The input:
import type Database from 'better-sqlite3';
import { checkTensionReadings, lotExpiresAtMs, replayPasteEvents } from '$lib/printlog';
import type { BoardFact, CharacteristicFact, LineFacts, SignalFact } from '$lib/floor/tile';
import type { Db } from '../db';
import { capabilityStates } from './capability-cache';
import { SPI_MEASURE_BY_ID } from '$lib/spi/measures';

/**
 * The facts of the line tiles, read with one set of prepared statements, each on an index:
 * open runs (partial unique index), the runs' SPI boards (print_run index), each line's last
 * 100 boards (line_code + inspected_at), stencil runs and events (stencil index, stencil + at),
 * paste events (lot + at), open signals (ack_at index). Per line the work is bounded (100
 * boards, one run, one stencil, one lot), so 100 lines cost about 100× one line.
 */

type Statements = ReturnType<typeof prepare>;
const cache = new WeakMap<Database.Database, Statements>();

// Board-mean targets when no key characteristic sets one: the measure catalogue's (volume is % of
// the aperture's nominal volume, offsets aim at 0).
const VOLUME_TARGET = SPI_MEASURE_BY_ID['volume-pct'].defaults.target;
const OFFSET_TARGET = SPI_MEASURE_BY_ID['offset-x-um'].defaults.target;

function prepare(conn: Database.Database) {
	return {
		lines: conn.prepare(`select id, code, name from lines where active = 1 order by code`),
		openRuns: conn.prepare(
			`select r.id, r.line_id as lineId, r.started_at as startedAt, r.boards_printed as boardsPrinted,
			        r.parameters, r.stencil_id as stencilId, r.paste_lot_id as pasteLotId,
			        r.product_id as productId, p.code as productCode, p.name as productName
			   from print_runs r join products p on p.id = r.product_id
			  where r.ended_at is null`
		),
		lastEnded: conn
			.prepare(`select ended_at from print_runs where line_id = ? order by started_at desc limit 1`)
			.pluck(),
		runBoards: conn.prepare(`select count(*) as n from spi_boards where print_run_id = ?`).pluck(),
		runBoardsSince: conn
			.prepare(`select count(*) from spi_boards where print_run_id = ? and inspected_at >= ?`)
			.pluck(),
		lineBoards: conn.prepare(
			`select id, inspected_at as atMs, fail_count as failCount, volume_pct_mean as v,
			        height_um_mean as h, offset_x_um_mean as x, offset_y_um_mean as y
			   from spi_boards where line_code = ? order by inspected_at desc limit 100`
		),
		stencil: conn.prepare(
			`select id, name, revision, state, thickness_um as thicknessUm, rated_life_prints as ratedLifePrints
			   from stencils where id = ?`
		),
		approvedSides: conn
			.prepare(
				`select distinct side from product_stencil_approvals
				  where product_id = ? and stencil_name = ? order by side`
			)
			.pluck(),
		stencilRuns: conn.prepare(
			`select id, started_at as startedAt, boards_printed as boardsPrinted
			   from print_runs where stencil_id = ?`
		),
		lastEvent: conn.prepare(
			`select at, readings_n_per_cm as readings from stencil_events
			  where stencil_id = ? and kind = ? order by at desc, id desc limit 1`
		),
		lot: conn.prepare(
			`select id, lot_number as lotNumber, expires_on as expiresOn,
			        max_on_stencil_minutes as maxOnStencil, max_out_of_cold_minutes as maxOutOfCold
			   from paste_lots where id = ?`
		),
		lotEvents: conn.prepare(`select event, at from paste_events where lot_id = ? order by at, id`),
		openSignals: conn.prepare(
			`select s.id, s.characteristic_id as characteristicId, c.name as characteristic, c.product_id as productId,
			        s.rule, s.created_at as createdAt, s.point_key as pointKey, s.board_ids as boardIds,
			        u.name as owner
			   from spc_signals s
			   join spc_characteristics c on c.id = s.characteristic_id
			   left join users u on u.id = s.assignee_user_id
			  where s.ack_at is null
			  order by s.id desc limit 2000`
		),
		boardLineRun: conn.prepare(
			`select line_id as lineId, print_run_id as runId from spi_boards where id = ?`
		),
		runLine: conn.prepare(`select line_id from print_runs where id = ?`).pluck(),
		// A board a printer reported over CFX (chart point `cfx-unit:ID`, see ../cfx/board-points).
		cfxUnitLineRun: conn.prepare(
			`select line_id as lineId, print_run_id as runId from cfx_units where id = ?`
		)
	};
}

function statements(db: Db): Statements {
	let s = cache.get(db.$client);
	if (!s) {
		s = prepare(db.$client);
		cache.set(db.$client, s);
	}
	return s;
}

/** Signal id → line and print run (fixed once stored, so kept for the process). */
const signalPlace = new Map<number, { lineId: number | null; runId: number | null }>();

function placeOfSignal(s: Statements, id: number, pointKey: string, boardIds: number[]) {
	let place = signalPlace.get(id);
	if (place) return place;
	const run = /^run:(\d+)$/.exec(pointKey);
	const cfxUnit = /^cfx-unit:(\d+)$/.exec(pointKey);
	if (run) {
		const runId = Number(run[1]);
		place = { lineId: (s.runLine.get(runId) as number | undefined) ?? null, runId };
	} else if (cfxUnit) {
		const unit = s.cfxUnitLineRun.get(Number(cfxUnit[1])) as
			{ lineId: number; runId: number | null } | undefined;
		place = { lineId: unit?.lineId ?? null, runId: unit?.runId ?? null };
	} else {
		const board = boardIds.length
			? (s.boardLineRun.get(boardIds[boardIds.length - 1]) as
					{ lineId: number | null; runId: number | null } | undefined)
			: undefined;
		place = { lineId: board?.lineId ?? null, runId: board?.runId ?? null };
	}
	if (signalPlace.size > 50_000) signalPlace.clear();
	signalPlace.set(id, place);
	return place;
}

export interface OpenSignalOnLine extends SignalFact {
	productId: number;
	lineId: number | null;
}

/** Open signals with the line and run they came from (signals of no line: lineId null). */
export function openSignalsByLine(db: Db): Map<number | null, OpenSignalOnLine[]> {
	const s = statements(db);
	const rows = s.openSignals.all() as {
		id: number;
		characteristicId: number;
		characteristic: string;
		productId: number;
		rule: string;
		createdAt: number;
		pointKey: string;
		boardIds: string;
		owner: string | null;
	}[];
	const out = new Map<number | null, OpenSignalOnLine[]>();
	for (const r of rows) {
		let boardIds: number[] = [];
		try {
			const parsed = JSON.parse(r.boardIds);
			if (Array.isArray(parsed)) boardIds = parsed.filter((n) => Number.isSafeInteger(n));
		} catch {
			/* stored by the service as JSON; an unreadable list just has no boards */
		}
		const place = placeOfSignal(s, r.id, r.pointKey, boardIds);
		const signal: OpenSignalOnLine = {
			id: r.id,
			characteristicId: r.characteristicId,
			characteristic: r.characteristic,
			rule: r.rule,
			createdAtMs: r.createdAt,
			owner: r.owner,
			printRunId: place.runId,
			boardIds,
			pointKey: r.pointKey,
			productId: r.productId,
			lineId: place.lineId
		};
		const list = out.get(place.lineId) ?? [];
		list.push(signal);
		out.set(place.lineId, list);
	}
	return out;
}

type OpenRun = {
	id: number;
	lineId: number;
	startedAt: number;
	boardsPrinted: number;
	parameters: string;
	stencilId: number | null;
	pasteLotId: number | null;
	productId: number;
	productCode: string;
	productName: string;
};

function wipeInterval(parameters: string): number | null {
	try {
		const v = (JSON.parse(parameters) as Record<string, unknown>)?.wipeIntervalPrints;
		return typeof v === 'number' && Number.isInteger(v) && v >= 0 ? v : null;
	} catch {
		return null;
	}
}

function stencilFacts(
	s: Statements,
	stencilId: number,
	run: OpenRun,
	liveBoards: number
): LineFacts['stencil'] {
	const row = s.stencil.get(stencilId) as
		| {
				id: number;
				name: string;
				revision: string;
				state: string;
				thicknessUm: number;
				ratedLifePrints: number | null;
		  }
		| undefined;
	if (!row) return null;
	const cleaning = s.lastEvent.get(stencilId, 'cleaning') as { at: number } | undefined;
	const cleanedAt = cleaning?.at ?? null;
	let printCount = 0;
	let sinceClean = 0;
	for (const r of s.stencilRuns.all(stencilId) as {
		id: number;
		startedAt: number;
		boardsPrinted: number;
	}[]) {
		const boards = r.id === run.id ? liveBoards : r.boardsPrinted;
		printCount += boards;
		if (cleanedAt === null || r.startedAt >= cleanedAt) sinceClean += boards;
		else if (r.id === run.id) sinceClean += s.runBoardsSince.get(run.id, cleanedAt) as number;
	}
	const tension = s.lastEvent.get(stencilId, 'tension') as
		{ at: number; readings: string | null } | undefined;
	let lastTension: NonNullable<LineFacts['stencil']>['lastTension'] = null;
	if (tension) {
		let readings: number[] = [];
		try {
			readings = JSON.parse(tension.readings ?? '[]');
		} catch {
			readings = [];
		}
		const check = checkTensionReadings(readings);
		if (check.minimumNPerCm !== null) {
			lastTension = { atMs: tension.at, pass: check.pass, minimumNPerCm: check.minimumNPerCm };
		}
	}
	const approvedSides = (s.approvedSides.all(run.productId, row.name) as string[]).filter(
		(side): side is 'top' | 'bottom' => side === 'top' || side === 'bottom'
	);
	return {
		...row,
		printCount,
		printsSinceClean: sinceClean,
		lastCleanAtMs: cleanedAt,
		lastTension,
		approvedSides
	};
}

function lotFacts(s: Statements, lotId: number, nowMs: number): LineFacts['pasteLot'] {
	const row = s.lot.get(lotId) as
		| {
				id: number;
				lotNumber: string;
				expiresOn: string;
				maxOnStencil: number;
				maxOutOfCold: number;
		  }
		| undefined;
	if (!row) return null;
	const events = s.lotEvents.all(lotId) as { event: string; at: number }[];
	const replay = replayPasteEvents(events, nowMs);
	let expiresAtMs: number | null = null;
	try {
		expiresAtMs = lotExpiresAtMs(row.expiresOn);
	} catch {
		expiresAtMs = null;
	}
	return {
		id: row.id,
		lotNumber: row.lotNumber,
		expiresAtMs,
		state: replay.ok ? replay.timeline.state : 'inconsistent',
		onStencilAtMs: replay.ok ? replay.timeline.onStencilAtMs : null,
		maxOnStencilMinutes: row.maxOnStencil,
		outOfColdPeriods: replay.ok ? replay.timeline.outOfColdPeriods : [],
		maxOutOfColdMinutes: row.maxOutOfCold
	};
}

/**
 * The facts of every active line's tile (or only `lineIds`), in line code order.
 * @example loadLineFacts(db, Date.now()).map((f) => f.line.code)
 */
export function loadLineFacts(db: Db, nowMs: number, lineIds?: readonly number[]): LineFacts[] {
	const s = statements(db);
	const wanted = lineIds ? new Set(lineIds) : null;
	const lines = (s.lines.all() as { id: number; code: string; name: string }[]).filter(
		(l) => !wanted || wanted.has(l.id)
	);
	const runs = new Map(
		(s.openRuns.all() as OpenRun[])
			.filter((r) => !wanted || wanted.has(r.lineId))
			.map((r) => [r.lineId, r])
	);
	const signals = openSignalsByLine(db);
	const capability = capabilityStates(
		db,
		[...runs.values()].map((r) => ({ productId: r.productId, lineId: r.lineId }))
	);
	return lines.map((line) => {
		const run = runs.get(line.id) ?? null;
		const boards: BoardFact[] = (
			s.lineBoards.all(line.code) as {
				id: number;
				atMs: number;
				failCount: number;
				v: number | null;
				h: number | null;
				x: number | null;
				y: number | null;
			}[]
		).map((b) => ({
			id: b.id,
			atMs: b.atMs,
			pass: b.failCount === 0,
			volumePctMean: b.v,
			heightUmMean: b.h,
			offsetXUmMean: b.x,
			offsetYUmMean: b.y
		}));
		if (!run) {
			return {
				line,
				run: null,
				lastRunEndedAtMs: (s.lastEnded.get(line.id) as number | null | undefined) ?? null,
				stencil: null,
				pasteLot: null,
				boards,
				targets: { volumePct: VOLUME_TARGET, heightUm: null, offsetUm: OFFSET_TARGET },
				characteristics: [],
				signals: (signals.get(line.id) ?? []).map(stripSignal)
			};
		}
		const liveBoards = Math.max(run.boardsPrinted, s.runBoards.get(run.id) as number);
		const stencil = run.stencilId === null ? null : stencilFacts(s, run.stencilId, run, liveBoards);
		const chars: (CharacteristicFact & { target: number | null })[] =
			capability.get(`${run.productId}:${line.id}`) ?? [];
		const targetOf = (measure: string) =>
			chars.find((c) => c.measure === measure && c.target !== null)?.target ?? null;
		return {
			line,
			run: {
				id: run.id,
				productCode: run.productCode,
				productName: run.productName,
				startedAtMs: run.startedAt,
				boardsPrinted: liveBoards,
				wipeIntervalPrints: wipeInterval(run.parameters)
			},
			lastRunEndedAtMs: null,
			stencil,
			pasteLot: run.pasteLotId === null ? null : lotFacts(s, run.pasteLotId, nowMs),
			boards,
			// SPI volume is % of the aperture's nominal volume (target 100); the nominal height is
			// the foil thickness; offsets aim at 0. A key characteristic's own target wins.
			targets: {
				volumePct: targetOf('volume-pct') ?? VOLUME_TARGET,
				heightUm: targetOf('height-um') ?? stencil?.thicknessUm ?? null,
				offsetUm: OFFSET_TARGET
			},
			characteristics: chars.map(({ target: _t, ...c }) => c),
			signals: (signals.get(line.id) ?? []).map(stripSignal)
		};
	});
}

function stripSignal(s: OpenSignalOnLine): SignalFact {
	const { productId: _p, lineId: _l, ...rest } = s;
	return rest;
}
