/**
 * The write side of one import. `write` runs inside a chunk transaction: pad measurement rows
 * against board ids reserved for this import, pad dictionary ids taken in memory (new entries
 * are written at the end); `reserve` records the ids handed out; `finish` (in the final
 * transaction) writes the pad dictionary entries, the board rows with their aggregates and the
 * pad-aperture links. Call first inside a write transaction: it writes the 'importing' row.
 */
function createBatchWriter(
	db: Db,
	conn: Database.Database,
	request: IngestRequest,
	startedAt: number
) {
	// AUTOINCREMENT tables: the next id is past both the largest id and sqlite_sequence, so raising
	// sqlite_sequence reserves ids (nothing else can take them, even if this import never finishes).
	const nextIdOf = (table: string) =>
		Math.max(
			(conn.prepare(`select max(id) from ${table}`).pluck().get() as number | null) ?? 0,
			(conn.prepare(`select seq from sqlite_sequence where name = ?`).pluck().get(table) as
				number | undefined) ?? 0
		) + 1;
	const raiseSequence = (table: string, seq: number) => {
		const changed = conn
			.prepare(`update sqlite_sequence set seq = ? where name = ? and seq < ?`)
			.run(seq, table, seq).changes;
		if (changed === 0)
			conn
				.prepare(
					`insert into sqlite_sequence (name, seq) select ?, ? where not exists
					 (select 1 from sqlite_sequence where name = ?)`
				)
				.run(table, seq, table);
	};
	const firstBoardId = nextIdOf('spi_boards');
	let nextBoardId = firstBoardId;
	let reservedBoardId = firstBoardId - 1;
	let nextPadId = nextIdOf('spi_pads');
	let reservedPadId = nextPadId - 1;
	const importId = (
		conn
			.prepare(
				`insert into spi_imports (source, file_name, sha256, size_bytes, status, profile_id,
				 profile_name, created_by, user_id, source_path, started_at, finished_at,
				 board_id_from, board_id_to)
				 values (?, ?, '', 0, 'importing', ?, ?, ?, ?, ?, ?, ?, ?, ?) returning id`
			)
			.get(
				request.source,
				request.fileName,
				request.profileId ?? null,
				(request.profile ?? CANONICAL_PROFILE).name,
				request.createdBy,
				request.userId ?? null,
				request.sourcePath ?? null,
				startedAt,
				startedAt,
				firstBoardId,
				firstBoardId - 1
			) as { id: number }
	).id;
	const recordReservedBoards = conn.prepare(`update spi_imports set board_id_to = ? where id = ?`);

	const boardStored = conn
		.prepare(`select 1 from spi_boards where serial = ? and inspected_at = ?`)
		.pluck();
	/** New pad dictionary entries [id, product, panel, refdes, pad], written at the end. */
	const newPads: [number, string, number, string, string][] = [];
	const lineIdOf = conn.prepare(`select id from lines where code = ?`).pluck();
	const productIdOf = conn.prepare(`select id from products where code = ?`).pluck();
	const runById = conn.prepare(`select id, line_id, stencil_id from print_runs where id = ?`);
	const runByWindow = conn.prepare(
		`select id, stencil_id from print_runs where line_id = ? and started_at <= ?
		 and (ended_at is null or ended_at >= ?) order by started_at desc limit 1`
	);
	const stencilByName = conn
		.prepare(`select id from stencils where name = ? order by id desc limit 1`)
		.pluck();
	const padsOfProduct = conn
		.prepare(`select id, panel_index, refdes, pad from spi_pads where product_code = ?`)
		.raw();
	const linkPad = conn.prepare(`update spi_pads set aperture_id = ? where id = ?`);
	const MEASUREMENT_COLUMNS = `insert into spi_pad_measurements (board_id, pad_id,
		 volume_centi_pct, area_centi_pct, height_centi_um, offset_x_centi_um, offset_y_centi_um,
		 result, volume_um3) values `;
	const insertMeasurement = conn.prepare(`${MEASUREMENT_COLUMNS}(?, ?, ?, ?, ?, ?, ?, ?, ?)`);
	// Many rows per statement: the per-call cost of a prepared statement, not SQLite's b-tree
	// work, dominates narrow inserts (measured: 1M rows 2.35 s one by one, 1.09 s 50 at a time).
	const insertMany = conn.prepare(
		MEASUREMENT_COLUMNS + new Array(ROWS_PER_INSERT).fill('(?, ?, ?, ?, ?, ?, ?, ?, ?)').join(', ')
	);
	const pending = new Array<number | null>(ROWS_PER_INSERT * 9);
	const pendingLine = new Uint32Array(ROWS_PER_INSERT);
	const pendingRefdes = new Array<string>(ROWS_PER_INSERT);
	const pendingPad = new Array<string>(ROWS_PER_INSERT);
	const pendingPanel = new Uint16Array(ROWS_PER_INSERT);
	let pendingRows = 0;

	/** Write the buffered rows; on a key clash find the row by writing them one at a time. */
	function flush(): void {
		if (pendingRows === 0 || failure) return;
		const n = pendingRows;
		pendingRows = 0;
		if (n === ROWS_PER_INSERT) {
			try {
				insertMany.run(pending);
				pads += n;
				return;
			} catch (err) {
				// The statement failed as a whole (statement-level atomicity); locate the row below.
				if ((err as { code?: string }).code !== 'SQLITE_CONSTRAINT_PRIMARYKEY') throw err;
			}
		}
		for (let k = 0; k < n; k++) {
			try {
				insertMeasurement.run(pending.slice(k * 9, k * 9 + 9));
				pads++;
			} catch (err) {
				if ((err as { code?: string }).code !== 'SQLITE_CONSTRAINT_PRIMARYKEY') throw err;
				failure = {
					row: pendingLine[k],
					column: 'pad',
					message: `refdes ${pendingRefdes[k]} pad "${pendingPad[k]}" (panel ${pendingPanel[k]}) appears twice for the same board inspection`
				};
				return;
			}
		}
	}

	const cache = {
		lines: new Map<string, number | null>(),
		products: new Map<string, number | null>(),
		stencils: new Map<string, number | null>(),
		padKeys: new Map<string, PadMap>(),
		apertures: new Map<number, Map<string, { id: number; volumeUm3: number }> | null>()
	};
	const slots: BoardSlot[] = [];
	const linkedPads = new Map<number, number>();
	let pads = 0;
	let duplicateBoards = 0;
	let failure: IngestIssue | null = null;

	const cached = <K, V>(map: Map<K, V>, key: K, load: () => V): V => {
		if (map.has(key)) return map.get(key) as V;
		const v = load();
		map.set(key, v);
		return v;
	};

	function padKeysOf(productCode: string): PadMap {
		return cached(cache.padKeys, productCode, () => {
			const m: PadMap = new Map();
			for (const [id, panel, refdes, pad] of padsOfProduct.all(productCode) as [
				number,
				number,
				string,
				string
			][]) {
				let inner = m.get(refdes);
				if (!inner) m.set(refdes, (inner = new Map()));
				inner.set(panel === 0 ? pad : `${pad}\u0001${panel}`, id);
			}
			return m;
		});
	}

	function aperturesOf(stencilId: number | null) {
		if (stencilId === null) return null;
		return cached(cache.apertures, stencilId, () => {
			try {
				const check = checkStoredStencil(db, stencilId);
				const m = new Map<string, { id: number; volumeUm3: number }>();
				for (const a of check.apertures)
					m.set(`${a.refdes}\u0001${a.pad}`, { id: a.id, volumeUm3: a.volumeUm3 });
				return m;
			} catch {
				// A stencil that cannot be evaluated (bad geometry) links nothing; the import goes on.
				return null;
			}
		});
	}

	function openBoard(b: BoardHeader): BoardSlot {
		const lineId = cached(
			cache.lines,
			b.lineCode,
			() => (lineIdOf.get(b.lineCode) as number) ?? null
		);
		const productId = cached(
			cache.products,
			b.productCode,
			() => (productIdOf.get(b.productCode) as number) ?? null
		);
		let printRunId: number | null = null;
		let runStencilId: number | null = null;
		if (b.printRun !== null) {
			const n = printRunNumber(b.printRun);
			const run =
				n === null
					? undefined
					: (runById.get(n) as { id: number; stencil_id: number | null } | undefined);
			if (run) {
				printRunId = run.id;
				runStencilId = run.stencil_id;
			}
		} else if (lineId !== null) {
			const run = runByWindow.get(lineId, b.inspectedAtMs, b.inspectedAtMs) as
				{ id: number; stencil_id: number | null } | undefined;
			if (run) {
				printRunId = run.id;
				runStencilId = run.stencil_id;
			}
		}
		const named = b.stencil;
		const stencilId =
			named !== null
				? cached(cache.stencils, named, () => (stencilByName.get(named) as number) ?? null)
				: runStencilId;
		const stored = boardStored.get(b.boardSerial, b.inspectedAtMs) !== undefined;
		if (stored) duplicateBoards++;
		const id = stored ? 0 : nextBoardId++;
		return {
			id,
			row: [
				id,
				b.boardSerial,
				b.inspectedAtMs,
				b.lineCode,
				b.productCode,
				lineId,
				productId,
				importId,
				printRunId,
				stencilId,
				b.stencil,
				b.printRun
			],
			productCode: b.productCode,
			padKeys: padKeysOf(b.productCode),
			apertures: aperturesOf(stencilId),
			te: emptyMeasureState(),
			derivedVolume: emptyMeasureState()
		};
	}

	return {
		importId,
		failure: () => failure,
		/** Write one batch (nothing after the first write failure; the file is then rejected). */
		write(batch: SpiRowBatch): void {
			if (failure) return;
			for (const b of batch.newBoards) slots[b.index] = openBoard(b);
			const {
				boardIndex,
				refdes,
				pad,
				panelIndex,
				volumePct,
				areaPct,
				heightUm,
				offsetXUm,
				offsetYUm,
				volumeUm3,
				result,
				line
			} = batch;
			let lastRefdes = '';
			let lastPads: Map<string, number> | undefined;
			let lastSlot: BoardSlot | undefined;
			for (let i = 0; i < batch.length; i++) {
				const slot = slots[boardIndex[i]];
				if (slot.id === 0) continue;
				const r = refdes[i];
				const panel = panelIndex[i];
				const padKey = panel === 0 ? pad[i] : `${pad[i]}\u0001${panel}`;
				// Rows of one component follow each other: reuse its pad map while refdes repeats.
				if (slot !== lastSlot || r !== lastRefdes || lastPads === undefined) {
					lastPads = slot.padKeys.get(r);
					if (!lastPads) slot.padKeys.set(r, (lastPads = new Map()));
					lastRefdes = r;
					lastSlot = slot;
				}
				let padId = lastPads.get(padKey);
				if (padId === undefined) {
					padId = nextPadId++;
					newPads.push([padId, slot.productCode, panel, r, pad[i]]);
					lastPads.set(padKey, padId);
				}
				let vol = volumePct[i];
				const um3 = volumeUm3[i];
				if (slot.apertures !== null && (um3 === um3 || !linkedPads.has(padId))) {
					const ap = slot.apertures.get(`${r}\u0001${pad[i]}`);
					if (ap && um3 === um3 && ap.volumeUm3 > 0) {
						const te = um3 / ap.volumeUm3;
						addMeasureValue(slot.te, te);
						if (vol !== vol) {
							vol = te * 100;
							addMeasureValue(slot.derivedVolume, vol);
						}
					}
					if (ap && linkedPads.get(padId) !== ap.id) linkedPads.set(padId, ap.id);
				}
				const k = pendingRows;
				const o = k * 9;
				// Values passed the parser's range checks (finite, |x| ≤ 5000), so hundredths fit an
				// int32; `| 0` is encodeCentis's rounding without its checks and turns −0 into 0.
				pending[o] = slot.id;
				pending[o + 1] = padId;
				pending[o + 2] = vol === vol ? Math.round(vol * 100) | 0 : null;
				pending[o + 3] = Math.round(areaPct[i] * 100) | 0;
				pending[o + 4] = Math.round(heightUm[i] * 100) | 0;
				pending[o + 5] = Math.round(offsetXUm[i] * 100) | 0;
				pending[o + 6] = Math.round(offsetYUm[i] * 100) | 0;
				pending[o + 7] = result[i];
				pending[o + 8] = um3 === um3 ? Math.round(um3) : null;
				pendingLine[k] = line[i];
				pendingRefdes[k] = r;
				pendingPad[k] = pad[i];
				pendingPanel[k] = panel;
				pendingRows = k + 1;
				if (pendingRows === ROWS_PER_INSERT) {
					flush();
					if (failure) return;
				}
			}
		},
		/** Write rows still buffered (call before reading `failure()`). */
		flush,
		/**
		 * Reserve the board and pad ids handed out so far (in the open chunk transaction, with the
		 * rows that use them): raise sqlite_sequence and record the board range on the import row.
		 */
		reserve(): void {
			if (nextBoardId - 1 > reservedBoardId) {
				reservedBoardId = nextBoardId - 1;
				raiseSequence('spi_boards', reservedBoardId);
				recordReservedBoards.run(reservedBoardId, importId);
			}
			if (nextPadId - 1 > reservedPadId) {
				reservedPadId = nextPadId - 1;
				raiseSequence('spi_pads', reservedPadId);
			}
		},
		/**
		 * In the final transaction: the new pad dictionary entries, the board rows with their
		 * aggregates, and the pad-aperture links; returns what was stored. References that went
		 * away while the file streamed in (a print run, stencil or aperture deleted) are left empty
		 * rather than failing the import.
		 */
		finish(summary: SpiParseSummary): StoredImport {
			const insertPad = conn.prepare(
				`insert into spi_pads (id, product_code, panel_index, refdes, pad) values (?, ?, ?, ?, ?)`
			);
			for (const p of newPads) insertPad.run(p);
			const insertBoard = conn.prepare(
				`insert into spi_boards (id, serial, inspected_at, line_code, product_code, line_id,
				 product_id, import_id, print_run_id, stencil_id, stencil_name, print_run_ref,
				 pad_count, pass_count, warn_count, fail_count,
				 volume_pct_count, volume_pct_mean, volume_pct_sd, volume_pct_min, volume_pct_max, volume_pct_range,
				 area_pct_count, area_pct_mean, area_pct_sd, area_pct_min, area_pct_max, area_pct_range,
				 height_um_count, height_um_mean, height_um_sd, height_um_min, height_um_max, height_um_range,
				 offset_x_um_count, offset_x_um_mean, offset_x_um_sd, offset_x_um_min, offset_x_um_max, offset_x_um_range,
				 offset_y_um_count, offset_y_um_mean, offset_y_um_sd, offset_y_um_min, offset_y_um_max, offset_y_um_range,
				 te_count, te_mean, te_sd, te_min, te_max, te_range)
				 values (${new Array(52).fill('?').join(', ')})`
			);
			const exists = (table: string) => {
				const stmt = conn.prepare(`select 1 from ${table} where id = ?`).pluck();
				const seen = new Map<number, boolean>();
				return (id: number | null) =>
					id === null ? null : cached(seen, id, () => stmt.get(id) !== undefined) ? id : null;
			};
			const [lineOk, productOk, runOk, stencilOk, apertureOk] = [
				exists('lines'),
				exists('products'),
				exists('print_runs'),
				exists('stencils'),
				exists('apertures')
			];
			const cols = (s: MeasureSummary) => [s.count, s.mean, s.sd, s.min, s.max, s.range];
			const none = summariseMeasure(emptyMeasureState());
			const aggregates = new Map(summary.boards.map((b) => [b.index, b.aggregate]));
			const boardIds: number[] = [];
			for (let index = 0; index < slots.length; index++) {
				const slot = slots[index];
				if (!slot || slot.id === 0) continue;
				const row = slot.row;
				row[5] = lineOk(row[5] as number | null);
				row[6] = productOk(row[6] as number | null);
				row[8] = runOk(row[8] as number | null);
				row[9] = stencilOk(row[9] as number | null);
				const a = aggregates.get(index);
				if (!a) {
					// A board whose every row was skipped: stored with no figures, as it always was.
					insertBoard.run(...row, 0, 0, 0, 0, ...[0, 1, 2, 3, 4, 5].flatMap(() => cols(none)));
					continue;
				}
				boardIds.push(slot.id);
				const volume = a.volumePct.count === 0 ? summariseMeasure(slot.derivedVolume) : a.volumePct;
				insertBoard.run(
					...row,
					a.rows,
					a.results.pass,
					a.results.warn,
					a.results.fail,
					...cols(volume),
					...cols(a.areaPct),
					...cols(a.heightUm),
					...cols(a.offsetXUm),
					...cols(a.offsetYUm),
					...cols(summariseMeasure(slot.te))
				);
			}
			for (const [padId, apertureId] of linkedPads)
				if (apertureOk(apertureId) !== null) linkPad.run(apertureId, padId);
			return { boards: boardIds.length, boardIds, pads, duplicateBoards };
		}
	};
}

Directions: Wherever a line above contains the string "capability", copy that line.

Solved problem:
import { capabilityStates } from './capability-cache';
	const capability = capabilityStates(
			capability.get(`${run.productId}:${line.id}`) ?? [];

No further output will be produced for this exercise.